## What is expected
When you reach the line containing "1_500, bands: []", begin copying, and keep copying each line exactly until the listing ends.

Segment Start: Records provided

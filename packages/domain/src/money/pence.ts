import { z } from 'zod';
import { withThousands } from '../lib/thousands.ts';

// Money is whole pence in integers everywhere (columns, schemas, arithmetic); never floating point.
// A VAT rate is whole basis points (2000 = 20%), so a rate is an integer too.

/** The largest amount a single figure may hold: £10,000,000.00 (Number stays exact far beyond it). */
export const MAX_PENCE = 1_000_000_000;

export const penceSchema = (label: string) =>
  z
    .number({ error: `${label} must be an amount in pence.` })
    .int({ error: `${label} must be whole pence.` })
    .min(0, { error: `${label} cannot be negative.` })
    .max(MAX_PENCE, { error: `${label} is more than £10,000,000.` });

/** A VAT rate in basis points: 0 to 100%. */
export const vatRateBpSchema = z
  .number({ error: 'The VAT rate must be a number.' })
  .int({ error: 'The VAT rate is in basis points (2000 = 20%).' })
  .min(0, { error: 'The VAT rate cannot be negative.' })
  .max(10_000, { error: 'The VAT rate cannot be more than 100%.' });

/** The UK standard rate since 4 January 2011 (Value Added Tax Act 1994, section 2, as amended): 20%. */
export const UK_STANDARD_VAT_RATE_BP = 2000;

function assertPence(n: number, what: string): void {
  if (!Number.isSafeInteger(n)) throw new RangeError(`${what} must be whole pence, got ${n}.`);
}

/**
 * a × b / d rounded to the nearest whole number, an exact half rounded away from zero, in integer
 * arithmetic (BigInt, so no product is ever rounded by a float on the way).
 */
export function mulDivRoundHalfUp(a: number, b: number, d: number): number {
  assertPence(a, 'Amount');
  assertPence(b, 'Multiplier');
  if (!Number.isSafeInteger(d) || d <= 0) throw new RangeError('Divisor must be a positive whole number.');
  const p = BigInt(a) * BigInt(b);
  const neg = p < 0n;
  const abs = neg ? -p : p;
  const big = BigInt(d);
  const q = (abs * 2n + big) / (big * 2n);
  return Number(neg ? -q : q);
}

/** The VAT on a net amount at a rate, rounded to the nearest penny, half a penny up (see vat-lines.ts). */
export function vatOn(netPence: number, rateBp: number): number {
  return mulDivRoundHalfUp(netPence, rateBp, 10_000);
}

export function sumPence(values: readonly number[]): number {
  let total = 0;
  for (const v of values) {
    assertPence(v, 'Amount');
    total += v;
  }
  assertPence(total, 'Total');
  return total;
}

/** £1,234.56 (a minus sign before the pound sign for a negative amount). */
export function formatPence(pence: number): string {
  assertPence(pence, 'Amount');
  const abs = Math.abs(pence);
  const pounds = withThousands(Math.floor(abs / 100));
  const p = String(abs % 100).padStart(2, '0');
  return `${pence < 0 ? '-' : ''}£${pounds}.${p}`;
}

/** Pounds as typed ("12", "12.5", "£1,234.56") to pence, exactly (string digits, no float); null if not money. */
export function parsePounds(text: string): number | null {
  const m = /^\s*£?\s*(\d{1,3}(?:,\d{3})+|\d+)(?:\.(\d{1,2}))?\s*$/.exec(text);
  if (!m) return null;
  const pounds = Number(m[1]!.replace(/,/g, ''));
  const pence = Number((m[2] ?? '0').padEnd(2, '0'));
  const total = pounds * 100 + pence;
  return Number.isSafeInteger(total) && total <= MAX_PENCE ? total : null;
}

/** 2000 -> "20%", 1750 -> "17.5%", 0 -> "0%". */
export function formatVatRate(rateBp: number): string {
  return `${(rateBp / 100).toFixed(2).replace(/\.?0+$/, '')}%`;
}
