import { describe, expect, it } from 'vitest';
import { agedBand, amountDue, invoiceStateAfterPayments } from './invoice-state.ts';
import { visitPriceFor } from './price-list.ts';

const inv = (paidPence: number, creditedPence = 0, issued = true) => ({
  issued,
  totalPence: 12_000,
  paidPence,
  creditedPence,
});

describe('invoiceStateAfterPayments (common practice (no source): the states of issue 15)', () => {
  it('follows the money', () => {
    expect(invoiceStateAfterPayments(inv(0, 0, false))).toBe('draft');
    expect(invoiceStateAfterPayments(inv(0))).toBe('issued');
    expect(invoiceStateAfterPayments(inv(5_000))).toBe('part_paid');
    expect(invoiceStateAfterPayments(inv(12_000))).toBe('paid');
    expect(invoiceStateAfterPayments(inv(0, 12_000))).toBe('credited');
    // Credited in part, the rest paid: paid.
    expect(invoiceStateAfterPayments(inv(7_000, 5_000))).toBe('paid');
    // A full refund after paying: issued again (still owed) unless credited.
    expect(invoiceStateAfterPayments(inv(12_000 - 12_000))).toBe('issued');
    expect(invoiceStateAfterPayments(inv(2_000))).toBe('part_paid');
  });

  it('what is due never goes below zero', () => {
    expect(amountDue(inv(5_000))).toBe(7_000);
    expect(amountDue(inv(7_000, 5_000))).toBe(0);
    expect(amountDue(inv(13_000))).toBe(0);
    expect(amountDue(inv(0, 0, false))).toBe(0);
  });

  it('ages debt in bands of 0-30, 31-60 and over 60 days', () => {
    expect(agedBand(0)).toBe('days_0_30');
    expect(agedBand(30)).toBe('days_0_30');
    expect(agedBand(31)).toBe('days_31_60');
    expect(agedBand(60)).toBe('days_31_60');
    expect(agedBand(61)).toBe('days_over_60');
  });
});

describe('visitPriceFor (common practice (no source): base plus a rate, or bands)', () => {
  it('prices by base plus a rate per radiator', () => {
    expect(visitPriceFor({ pricing: 'per_radiator', basePence: 15_000, perRadiatorPence: 1_500, bands: [] }, 8)).toBe(
      27_000,
    );
  });
  it('prices by the first band that covers the count, and beyond the last band by the rate', () => {
    const bands = [
      { upToRadiators: 6, pricePence: 25_000 },
      { upToRadiators: 12, pricePence: 35_000 },
    ];
    const p = { pricing: 'bands' as const, basePence: 0, perRadiatorPence: 2_000, bands };
    expect(visitPriceFor(p, 6)).toBe(25_000);
    expect(visitPriceFor(p, 7)).toBe(35_000);
    expect(visitPriceFor(p, 14)).toBe(39_000);
    expect(visitPriceFor({ ...p, perRadiatorPence: 0 }, 14)).toBeNull();
  });
});
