import type { Knex } from 'knex';

// The check-in's "cleaned" tick, kept on the custody event of each item it was ticked for.
export async function up(knex: Knex): Promise<void> {
  await knex.schema.alterTable('custody_events', (t) => {
    t.boolean('cleaned').notNullable().defaultTo(false);
  });
}

export async function down(knex: Knex): Promise<void> {
  await knex.schema.alterTable('custody_events', (t) => {
    t.dropColumn('cleaned');
  });
}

Segment End: Records provided

## Result
    expect(visitPriceFor({ pricing: 'per_radiator', basePence: 15_000, perRadiatorPence: 1_500, bands: [] }, 8)).toBe(
      27_000,
    );
  });
  it('prices by the first band that covers the count, and beyond the last band by the rate', () => {
    const bands = [
      { upToRadiators: 6, pricePence: 25_000 },
      { upToRadiators: 12, pricePence: 35_000 },
    ];
    const p = { pricing: 'bands' as const, basePence: 0, perRadiatorPence: 2_000, bands };
    expect(visitPriceFor(p, 6)).toBe(25_000);
    expect(visitPriceFor(p, 7)).toBe(35_000);
    expect(visitPriceFor(p, 14)).toBe(39_000);
    expect(visitPriceFor({ ...p, perRadiatorPence: 0 }, 14)).toBeNull();
  });
});
import type { Knex } from 'knex';

// The check-in's "cleaned" tick, kept on the custody event of each item it was ticked for.
export async function up(knex: Knex): Promise<void> {
  await knex.schema.alterTable('custody_events', (t) => {
    t.boolean('cleaned').notNullable().defaultTo(false);
  });
}

export async function down(knex: Knex): Promise<void> {
  await knex.schema.alterTable('custody_events', (t) => {
    t.dropColumn('cleaned');
  });
}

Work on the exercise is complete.